= Yadhghat =

Village and archaeological site in Yemen

Yadhghat is a village in Yemen and the archaeological site one kilometre east-southeast of it. It lies on the eastern edge of the valley of the Wadi Jerbah in the Ḥaḍramawt about twelve kilometres north of the port of Sharma, to which it was linked as a supplier of pottery.

The archaeological site, discovered in 2002, consists of about a dozen buildings visible above ground. The remaining walls of the settlement are just two courses of dry stone. The largest preserved buildings have a layout of three rooms. There is what appears to be a mosque with traces of a mihrab at the south of the site. The site was once much larger, but has been destroyed by agriculture and erosion. Today the site is very arid.

Yadhghat was the site of pottery production during the Middle Ages, between about 980 and 1150. Five heaps of refuse have been discovered. There is no trace of a built kiln, but evidence of firing ceramics in the open air. Pottery was handmade (not wheel-made) and unglazed redware decorated with incisions and paint. The paint may have been sourced from red clay mined nearby, where a shaft was found.

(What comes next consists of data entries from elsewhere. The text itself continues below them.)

package correlations

import (
	"fmt"
	"math"
)

// checkDeadOil validates the inputs of the dead-oil viscosity correlations. The equations
// raise °F temperatures to powers and take log10(API), so both must be positive; the upper
// limits catch unit slips (°C or K for °F, specific gravity for API).
func checkDeadOil(o Oil) error {
	if !(o.API > 1 && o.API <= 100) {
		return inputError("API", o.API, "1 < API ≤ 100 °API")
	}
	if !(o.Temperature > 0 && o.Temperature <= 600) {
		return inputError("temperature", o.Temperature, "0 < T ≤ 600 °F")
	}
	return nil
}

// positive returns v when it is a finite positive viscosity and an error otherwise: a
// correlation evaluated far outside its data can give zero or negative values.
func positive(id string, v float64) (float64, error) {
	v, err := finite(v)
	if err != nil {
		return 0, err
	}
	if !(v > 0) {
		return 0, fmt.Errorf("%w: %s gives a non-positive viscosity (%g cP) for these inputs", ErrInput, id, v)
	}
	return v, nil
}

// BealDeadViscosity returns the dead-oil viscosity in cP at o.Temperature (°F) from the
// stock-tank gravity o.API, after Beal, C. (1946), "The Viscosity of Air, Water, Natural Gas,
// Crude Oil and Its Associated Gases at Oil Field Temperatures and Pressures", Trans. AIME
// 165: 94–115, in the equation that Standing (Volumetric and Phase Behavior of Oil Field
// Hydrocarbon Systems, SPE, 1977/1981) fitted to Beal's chart:
//
//	μod = (0.32 + 1.8e7/API^4.53)·(360/(T + 200))^a,  a = 10^(0.43 + 8.33/API)
//
// Beal's gas-free crudes: 10.1–52.5 °API, about 98–250 °F. For oils below 14 °API above
// about 220 °F the fit is not monotonic in API (a heavier oil comes out less viscous).
func BealDeadViscosity(o Oil) (float64, error) {
	return BealDeadViscosityWith(o, bealPublished[:])
}

// BealDeadCoefficients are the constants of Beal's dead-oil viscosity that a refit may change:
// μod = (base + scale/API^power)·(360/(T + 200))^a, a = 10^(intercept + slope/API).
var BealDeadCoefficients = []Coefficient{
	{ID: "power", Value: 4.53, Role: "4.53, the exponent of API"},
	{ID: "slope", Value: 8.33, Role: "8.33, the factor of 1/API in the temperature exponent"},
	{ID: "intercept", Value: 0.43, Role: "0.43 in the temperature exponent 10^(0.43 + 8.33/API)"},
	{ID: "base", Value: 0.32, Role: "0.32, the viscosity of the lightest oils at 160 °F"},
	{ID: "scale", Value: 1.8e7, Role: "1.8e7, the factor of API^−4.53"},
}

var bealPublished = [5]float64{4.53, 8.33, 0.43, 0.32, 1.8e7}

// BealDeadViscosityWith is BealDeadViscosity with the coefficients c (BealDeadCoefficients
// order).
func BealDeadViscosityWith(o Oil, c []float64) (float64, error) {
	if err := checkDeadOil(o); err != nil {
		return 0, err
	}
	if err := checkCoefficients(c, 5); err != nil {
		return 0, err
	}
	a := pow10(c[2] + c[1]/o.API)
	mu := (c[3] + c[4]/math.Pow(o.API, c[0])) * math.Pow(360/(o.Temperature+200), a)
	return positive("beal", mu)
}

// BeggsRobinsonDeadViscosity returns the dead-oil viscosity in cP at o.Temperature (°F),
// after Beggs, H.D. and Robinson, J.R. (1975), "Estimating the Viscosity of Crude Oil
// Systems", J. Petrol. Technol. 27 (9): 1140–1141 (SPE 5434):
//
//	μod = 10^X − 1,  X = 10^(3.0324 − 0.02023·API)·T^−1.163
//
// 460 dead-oil observations, 16–58 °API, 70–295 °F.
func BeggsRobinsonDeadViscosity(o Oil) (float64, error) {
	return BeggsRobinsonDeadViscosityWith(o, beggsRobinsonDeadPublished[:])
}

// BeggsRobinsonDeadCoefficients are the constants of the Beggs–Robinson dead-oil viscosity
// that a refit may change: μod = 10^X − 1, X = 10^(constant − slope·API)·T^−exponent.
var BeggsRobinsonDeadCoefficients = []Coefficient{
	{ID: "exponent", Value: 1.163, Role: "1.163, the exponent of T"},
	{ID: "slope", Value: 0.02023, Role: "0.02023, the factor of API"},
	{ID: "constant", Value: 3.0324, Role: "3.0324, the constant of log X"},
}

var beggsRobinsonDeadPublished = [3]float64{1.163, 0.02023, 3.0324}

// BeggsRobinsonDeadViscosityWith is BeggsRobinsonDeadViscosity with the coefficients c
// (BeggsRobinsonDeadCoefficients order).
func BeggsRobinsonDeadViscosityWith(o Oil, c []float64) (float64, error) {
	if err := checkDeadOil(o); err != nil {
		return 0, err
	}
	if err := checkCoefficients(c, 3); err != nil {
		return 0, err
	}
	x := pow10(c[2]-c[1]*o.API) * math.Pow(o.Temperature, -c[0])
	return positive("beggs-robinson", pow10(x)-1)
}

// GlasoDeadViscosity returns the dead-oil viscosity in cP at o.Temperature (°F), after
// Glasø, Ø. (1980), "Generalized Pressure-Volume-Temperature Correlations", J. Petrol.
// Technol. 32 (5): 785–795 (SPE 8016):
//
//	μod = 3.141e10·T^−3.444·(log10 API)^a,  a = 10.313·log10(T) − 36.447
//
// North Sea oils, 20.1–48.1 °API, 50–300 °F.
func GlasoDeadViscosity(o Oil) (float64, error) {
	return GlasoDeadViscosityWith(o, glasoDeadPublished[:])
}

// GlasoDeadCoefficients are the constants of Glasø's dead-oil viscosity that a refit may
// change: μod = scale·T^−power·(log10 API)^(slope·log10 T − offset). The Kartoatmodjo–Schmidt
// and Petrosky–Farshad dead-oil correlations have the same form and the same coefficient ids.
var GlasoDeadCoefficients = []Coefficient{
	{ID: "power", Value: 3.444, Role: "3.444, the exponent of T"},
	{ID: "slope", Value: 10.313, Role: "10.313, the factor of log T in the exponent of log API"},
	{ID: "offset", Value: 36.447, Role: "36.447, subtracted in the exponent of log API"},
	{ID: "scale", Value: 3.141e10, Role: "3.141e10, the leading factor"},
}

var glasoDeadPublished = [4]float64{3.444, 10.313, 36.447, 3.141e10}

// GlasoDeadViscosityWith is GlasoDeadViscosity with the coefficients c (GlasoDeadCoefficients
// order).
func GlasoDeadViscosityWith(o Oil, c []float64) (float64, error) {
	return logAPIDead("glaso", o, c)
}

// logAPIDead evaluates the form shared by Glasø, Kartoatmodjo–Schmidt and Petrosky–Farshad,
// μod = c[3]·T^−c[0]·(log10 API)^(c[1]·log10 T − c[2]).
func logAPIDead(id string, o Oil, c []float64) (float64, error) {
	if err := checkDeadOil(o); err != nil {
		return 0, err
	}
	if err := checkCoefficients(c, 4); err != nil {
		return 0, err
	}
	a := c[1]*math.Log10(o.Temperature) - c[2]
	mu := c[3] * math.Pow(o.Temperature, -c[0]) * math.Pow(math.Log10(o.API), a)
	return positive(id, mu)
}

// EgbogahNgDeadViscosity returns the dead-oil viscosity in cP at o.Temperature (°F), after
// Egbogah, E.O. and Ng, J.T. (1990), "An Improved Temperature-Viscosity Correlation for
// Crude Oil Systems", J. Petrol. Sci. Eng. 4 (3): 197–200:
//
//	log10(log10(μod + 1)) = 1.8653 − 0.025086·API − 0.5644·log10(T)
//
// 394 oil systems, 5–58 °API, 59–176 °F.
func EgbogahNgDeadViscosity(o Oil) (float64, error) {
	return EgbogahNgDeadViscosityWith(o, egbogahNgPublished[:])
}

// EgbogahNgCoefficients are the constants of the Egbogah–Ng dead-oil viscosity that a refit
// may change: log log(μod + 1) = constant − slope·API − exponent·log T.
var EgbogahNgCoefficients = []Coefficient{
	{ID: "exponent", Value: 0.5644, Role: "0.5644, the factor of log T"},
	{ID: "slope", Value: 0.025086, Role: "0.025086, the factor of API"},
	{ID: "constant", Value: 1.8653, Role: "1.8653, the constant"},
}

var egbogahNgPublished = [3]float64{0.5644, 0.025086, 1.8653}

// EgbogahNgDeadViscosityWith is EgbogahNgDeadViscosity with the coefficients c
// (EgbogahNgCoefficients order).
func EgbogahNgDeadViscosityWith(o Oil, c []float64) (float64, error) {
	if err := checkDeadOil(o); err != nil {
		return 0, err
	}
	if err := checkCoefficients(c, 3); err != nil {
		return 0, err
	}
	x := pow10(c[2] - c[1]*o.API - c[0]*math.Log10(o.Temperature))
	return positive("egbogah-ng", pow10(x)-1)
}

// KartoatmodjoSchmidtDeadViscosity returns the dead-oil viscosity in cP at o.Temperature
// (°F), after Kartoatmodjo, T. and Schmidt, Z. (1994), "Large Data Bank Improves Crude
// Physical Property Correlations", Oil and Gas Journal 92 (27): 51–55:
//
//	μod = 16e8·T^−2.8177·(log10 API)^(5.7526·log10(T) − 26.9718)
//
// 661 crude samples (mostly Indonesian), 14.4–59 °API, 80–320 °F.
func KartoatmodjoSchmidtDeadViscosity(o Oil) (float64, error) {
	return KartoatmodjoSchmidtDeadViscosityWith(o, ksDeadPublished[:])
}

// KartoatmodjoSchmidtDeadCoefficients are the constants of the Kartoatmodjo–Schmidt dead-oil
// viscosity that a refit may change, in the form and order of GlasoDeadCoefficients.
var KartoatmodjoSchmidtDeadCoefficients = []Coefficient{
	{ID: "power", Value: 2.8177, Role: "2.8177, the exponent of T"},
	{ID: "slope", Value: 5.7526, Role: "5.7526, the factor of log T in the exponent of log API"},
	{ID: "offset", Value: 26.9718, Role: "26.9718, subtracted in the exponent of log API"},
	{ID: "scale", Value: 16e8, Role: "16e8, the leading factor"},
}

var ksDeadPublished = [4]float64{2.8177, 5.7526, 26.9718, 16e8}

// KartoatmodjoSchmidtDeadViscosityWith is KartoatmodjoSchmidtDeadViscosity with the
// coefficients c (KartoatmodjoSchmidtDeadCoefficients order).
func KartoatmodjoSchmidtDeadViscosityWith(o Oil, c []float64) (float64, error) {
	return logAPIDead("kartoatmodjo-schmidt", o, c)
}

// PetroskyFarshadDeadViscosity returns the dead-oil viscosity in cP at o.Temperature (°F),
// after Petrosky, G.E. Jr. and Farshad, F.F. (1995), "Viscosity Correlations for Gulf of
// Mexico Crude Oils", SPE 29468:
//
//	μod = 2.3511e7·T^−2.10255·(log10 API)^X,  X = 4.59388·log10(T) − 22.82792
//
// Gulf of Mexico oils, 25.4–46.1 °API, 114–288 °F.
func PetroskyFarshadDeadViscosity(o Oil) (float64, error) {
	return PetroskyFarshadDeadViscosityWith(o, pfDeadPublished[:])
}

// PetroskyFarshadDeadCoefficients are the constants of the Petrosky–Farshad dead-oil viscosity
// that a refit may change, in the form and order of GlasoDeadCoefficients.
var PetroskyFarshadDeadCoefficients = []Coefficient{
	{ID: "power", Value: 2.10255, Role: "2.10255, the exponent of T"},
	{ID: "slope", Value: 4.59388, Role: "4.59388, the factor of log T in the exponent of log API"},
	{ID: "offset", Value: 22.82792, Role: "22.82792, subtracted in the exponent of log API"},
	{ID: "scale", Value: 2.3511e7, Role: "2.3511e7, the leading factor"},
}

var pfDeadPublished = [4]float64{2.10255, 4.59388, 22.82792, 2.3511e7}

// PetroskyFarshadDeadViscosityWith is PetroskyFarshadDeadViscosity with the coefficients c
// (PetroskyFarshadDeadCoefficients order).
func PetroskyFarshadDeadViscosityWith(o Oil, c []float64) (float64, error) {
	return logAPIDead("petrosky-farshad", o, c)
}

Pottery made at Yadhghat has been found at the site of Jerbah two kilometres northwest, at the seaports of al-Shihr and Sharma, at the "palace" of al-Ḥamr al-Sharqiya in Dhofar, in the Wadi Masilah and as far afield as Raʾs al-Ḥadd. Sharma was probably the port through which Yadhghat ware were exported.

The end of the occupation of medieval Yadhghat is associated with the arrival of water kegs from the Dakhla Oasis at Sharma and Jerbah. Sharma may have been conquered by Egyptians who moved inland, forcing the abandonment of Yadhghat.